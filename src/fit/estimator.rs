//! Weighted least squares by Gauss–Newton on one topology (Schweppe 1970; Abur & Expósito 2004, ch. 2).
//!
//! Unknowns are, for each bus in service, the voltage per unit of nominal and the angle (but that of `to`, and that of `from`
//! where nothing tells it), and one angle common to all angle channels.

mod judge;
mod start;

use super::{
    gain::{Gain, Singular},
    meter::{Meter, Meters},
    wiring::{Flow, Wire, Wiring},
};
use crate::{
    grid::{BusIndex, Corridor, FROM, TO},
    network::C64,
};

const ITERATIONS: usize = 30;
const HALVINGS: usize = 8;
/// The next step would be smaller than this, per unit and radians.
const SETTLED: f64 = 1e-12;
/// The same for a robust estimate, from which one more step follows.
const SETTLED_ROBUST: f64 = 1e-5;
/// Voltages a corridor may stand at, per unit.
const POSSIBLE: std::ops::Range<f64> = 0.1..3.0;
/// No step is longer, per unit and radians.
const LONGEST_STEP: f64 = 0.5;

/// Measurements in use, unknowns, and everything that an iteration needs.
#[derive(Debug, Clone, Default)]
pub(super) struct Estimator {
    /// By meter: value, one over σ (0: not used), and the load drawn at nominal voltage where it is assumed.
    pub z: Vec<f64>,
    pub w: Vec<f64>,
    assumed: Vec<f64>,
    /// By bus: voltage per unit of nominal, angle.
    pub v: Vec<f64>,
    pub angle: Vec<f64>,
    offset: f64,
    /// Whether the angle between the terminals is told by anything.
    pub angle_known: bool,
    v_at: Vec<usize>,
    angle_at: Vec<usize>,
    offset_at: usize,
    pub unknowns: usize,
    flows: Vec<Flow>,
    gain: Gain,
    step: Vec<f64>,
    row: Vec<f64>,
    guesses: Vec<f64>,
}

/// Why there is no estimate.
#[derive(Debug, Clone, Copy, PartialEq, Eq)]
pub(super) enum Failure {
    /// The measurements do not fix the state.
    Open,
    /// The iteration does not settle, or not on possible voltages.
    Restless,
}

impl From<Singular> for Failure {
    fn from(_: Singular) -> Self {
        Self::Open
    }
}

/// Sum of squares; a robust one counts what is beyond its bend only linearly (Huber 1964).
#[derive(Debug, Clone, Copy)]
struct Loss {
    bend: f64,
    sum: f64,
}

impl Loss {
    /// Takes a weighted residual in and gives the factor of its row.
    fn take(&mut self, residual: f64) -> f64 {
        let size = residual.abs();
        if size > self.bend {
            self.sum += self.bend * (2.0 * size - self.bend);
            (self.bend / size).sqrt()
        } else {
            self.sum += size * size;
            1.0
        }
    }
}

fn wrapped(angle: f64) -> f64 {
    if angle.abs() < std::f64::consts::PI {
        return angle;
    }
    angle - std::f64::consts::TAU * (angle / std::f64::consts::TAU).round()
}

impl Estimator {
    /// Takes the measurements that concern this topology and lays the unknowns out.
    pub fn prepare(&mut self, corridor: &Corridor, meters: &Meters, wiring: &Wiring, z: &[f64], w: &[f64]) {
        self.z.clear();
        self.z.extend_from_slice(z);
        self.w.clear();
        self.w.resize(w.len(), 0.0);
        self.assumed.clear();
        self.assumed.resize(w.len(), 0.0);
        for meter in wiring.wires.iter().flat_map(|wire| wire.meters) {
            self.w[meter] = w[meter];
        }
        for (bus, _) in corridor.buses.iter().enumerate().filter(|(bus, _)| wiring.live(*bus)) {
            self.w[Meters::kv(bus)] = w[Meters::kv(bus)];
            self.w[Meters::deg(bus)] = w[Meters::deg(bus)];
        }
        for (bus, station) in corridor.buses.iter().enumerate().skip(TO + 1).filter(|(bus, _)| wiring.live(*bus)) {
            let configured = station.load.map_or([0.0; 2], |load| [load.mw, load.mvar]);
            for (meter, power) in Meters::load(bus).into_iter().zip(configured) {
                self.w[meter] = w[meter];
                if w[meter] == 0.0 {
                    (self.z[meter], self.w[meter]) = (0.0, meters.assumed_weight(meter));
                    self.assumed[meter] = power;
                }
            }
        }
        self.lay_out(wiring);
    }

    fn lay_out(&mut self, wiring: &Wiring) {
        let mut angles = [0, 0];
        for (bus, side) in wiring.side.iter().enumerate() {
            angles[side.unwrap_or(TO)] += usize::from(self.w[Meters::deg(bus)] > 0.0);
        }
        let angles_used = angles[FROM] + angles[TO] > 1;
        self.angle_known = wiring.joined() || (angles[FROM] > 0 && angles[TO] > 0);
        self.unknowns = 0;
        let mut next = |wanted: bool| {
            let index = self.unknowns;
            self.unknowns += usize::from(wanted);
            if wanted { index } else { usize::MAX }
        };
        self.v_at.clear();
        self.angle_at.clear();
        for bus in 0..wiring.side.len() {
            let live = wiring.live(bus);
            self.v_at.push(next(live));
            self.angle_at.push(next(live && bus != TO && (bus != FROM || self.angle_known)));
            if !angles_used {
                self.w[Meters::deg(bus)] = 0.0;
            }
        }
        self.offset_at = next(angles_used);
        // What is fixed goes to the one place past the unknowns.
        let fixed = self.unknowns;
        for at in self.v_at.iter_mut().chain(&mut self.angle_at).chain([&mut self.offset_at]) {
            *at = fixed.min(*at);
        }
    }

    /// Measurements in use.
    pub fn count(&self) -> usize {
        self.w.iter().filter(|w| **w > 0.0).count()
    }

    /// Iterates from where the unknowns stand to the least sum of squares and returns it. With a `bend`, residuals beyond it
    /// (in standard deviations) count only linearly.
    pub fn iterate(&mut self, wiring: &Wiring, bend: f64) -> Result<f64, Failure> {
        let settled = if bend.is_finite() { SETTLED_ROBUST } else { SETTLED };
        let (mut before, mut previous, mut halvings) = (f64::INFINITY, 0.0, 0);
        for _ in 0..ITERATIONS {
            let sum = self.assemble(wiring, bend);
            if !sum.is_finite() || sum > before * (1.0 + 1e-9) + 1e-9 {
                halvings += 1;
                if halvings > HALVINGS || before.is_infinite() {
                    return Err(Failure::Restless);
                }
                self.step.iter_mut().for_each(|s| *s *= 0.5);
                self.walk(-1.0);
                continue;
            }
            before = sum;
            self.gain.factor()?;
            self.gain.solve(&mut self.step);
            let mut size: f64 = self.step.iter().map(|s| s.abs()).sum();
            if size > LONGEST_STEP {
                self.step.iter_mut().for_each(|s| *s *= LONGEST_STEP / size);
                size = LONGEST_STEP;
            }
            self.walk(1.0);
            if size * (size / previous).min(1.0) < settled {
                let gained: f64 = self.step.iter().zip(&self.gain.b).map(|(s, b)| s * b).sum();
                let possible = self.v.iter().all(|v| POSSIBLE.contains(v));
                return if possible { Ok((sum - gained).max(0.0)) } else { Err(Failure::Restless) };
            }
            previous = size;
        }
        Err(Failure::Restless)
    }

    fn walk(&mut self, share: f64) {
        for (v, at) in self.v.iter_mut().zip(&self.v_at).chain(self.angle.iter_mut().zip(&self.angle_at)) {
            *v += share * self.step[*at];
        }
        self.offset += share * self.step[self.offset_at];
    }

    /// The normal equations where the unknowns stand; returns the sum of squares there.
    fn assemble(&mut self, wiring: &Wiring, bend: f64) -> f64 {
        let mut loss = Loss { bend, sum: 0.0 };
        self.gain.clear(self.unknowns);
        self.flows.clear();
        for wire in &wiring.wires {
            let [a, b] = wire.buses;
            let flow = wire.flow([self.v[a], self.v[b]], self.angle[a] - self.angle[b]);
            self.add_flow(wire, &flow, &mut loss);
            self.flows.push(flow);
        }
        let mut row = std::mem::take(&mut self.row);
        for bus in (0..wiring.side.len()).filter(|bus| wiring.live(*bus)) {
            let (kv, deg) = (Meters::kv(bus), Meters::deg(bus));
            let residual = self.w[kv] * (self.z[kv] - self.v[bus]);
            let factor = loss.take(residual);
            self.gain.add_ones(&[self.v_at[bus]], factor * self.w[kv], factor * residual);
            if self.w[deg] > 0.0 {
                let residual = self.w[deg] * wrapped(self.z[deg] - self.angle[bus] - self.offset);
                let factor = loss.take(residual);
                let at = [self.angle_at[bus], self.offset_at];
                self.gain.add_ones(&at, factor * self.w[deg], factor * residual);
            }
            for load in Meters::load(bus).into_iter().filter(|load| self.w[*load] > 0.0) {
                let residual = self.row_of(wiring, load, &mut row);
                let factor = loss.take(residual);
                for derivative in &mut row {
                    *derivative *= factor;
                }
                self.gain.add_row(&row, factor * residual);
            }
        }
        self.row = row;
        loss.sum
    }

    /// Adds a circuit's four measurements: first over its two voltages and the angle across, then spread to the unknowns.
    fn add_flow(&mut self, wire: &Wire, flow: &Flow, loss: &mut Loss) {
        let (mut square, mut side) = ([[0.0; 3]; 3], [0.0; 3]);
        for (k, meter) in wire.meters.into_iter().enumerate() {
            let residual = self.w[meter] * (self.z[meter] - flow.s[k]);
            let factor = loss.take(residual);
            let row = flow.d[k].map(|d| factor * self.w[meter] * d);
            for i in 0..3 {
                side[i] += row[i] * factor * residual;
                for j in 0..=i {
                    square[i][j] += row[i] * row[j];
                }
            }
        }
        let [a, b] = wire.buses;
        let at = [(self.v_at[a], 0), (self.v_at[b], 1), (self.angle_at[a], 2), (self.angle_at[b], 2)];
        let signs = [1.0, 1.0, 1.0, -1.0];
        for n in 0..4 {
            let (i, k) = at[n];
            self.gain.b[i] += signs[n] * side[k];
            for m in 0..=n {
                let (j, l) = at[m];
                self.gain.add(i, j, signs[n] * signs[m] * square[k.max(l)][k.min(l)]);
            }
        }
    }

    /// Weighted derivatives of a measurement by the unknowns; returns its weighted residual. Flows must be up to date.
    fn row_of(&self, wiring: &Wiring, meter: Meter, row: &mut Vec<f64>) -> f64 {
        row.clear();
        row.resize(self.unknowns + 1, 0.0);
        let w = self.w[meter];
        let mut add = |at: usize, derivative: f64| row[at] += w * derivative;
        let (bus, kind) = (meter / 4, meter % 4);
        let mut value = 0.0;
        let mut add_flow = |value: &mut f64, k: usize, index: usize, sign: f64| {
            let (flow, [a, b]) = (&self.flows[index], wiring.wires[index].buses);
            *value += sign * flow.s[k];
            let [by_a, by_b, by_angle] = flow.d[k].map(|d| sign * d);
            add(self.v_at[a], by_a);
            add(self.v_at[b], by_b);
            add(self.angle_at[a], by_angle);
            add(self.angle_at[b], -by_angle);
        };
        if bus >= wiring.side.len() {
            if let Some(index) = wiring.wires.iter().position(|wire| wire.meters[kind] == meter) {
                add_flow(&mut value, kind, index, 1.0);
            }
        } else if kind == 0 {
            value = self.v[bus];
            add(self.v_at[bus], 1.0);
        } else if kind == 1 {
            value = self.angle[bus] + self.offset;
            add(self.angle_at[bus], 1.0);
            add(self.offset_at, 1.0);
        } else {
            for (index, wire) in wiring.wires.iter().enumerate() {
                for end in (0..2).filter(|end| wire.buses[*end] == bus) {
                    add_flow(&mut value, 2 * end + kind - 2, index, -1.0);
                }
            }
            value -= self.assumed[meter] * self.v[bus].powi(2);
            add(self.v_at[bus], -2.0 * self.assumed[meter] * self.v[bus]);
        }
        row[self.unknowns] = 0.0;
        let residual = self.z[meter] - value;
        w * if kind == 1 && bus < wiring.side.len() { wrapped(residual) } else { residual }
    }

    /// Fitted voltage of a bus, kV.
    pub fn voltage(&self, corridor: &Corridor, bus: BusIndex) -> C64 {
        C64::from_polar(self.v[bus] * corridor.buses[bus].nominal_kv, self.angle[bus])
    }
}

- - -

**ACTIVITY:** Look through the material and copy each line that has "live".

**WORKED SOLUTION:**
        for (bus, _) in corridor.buses.iter().enumerate().filter(|(bus, _)| wiring.live(*bus)) {
        for (bus, station) in corridor.buses.iter().enumerate().skip(TO + 1).filter(|(bus, _)| wiring.live(*bus)) {
            let live = wiring.live(bus);
            self.v_at.push(next(live));
            self.angle_at.push(next(live && bus != TO && (bus != FROM || self.angle_known)));
        for bus in (0..wiring.side.len()).filter(|bus| wiring.live(*bus)) {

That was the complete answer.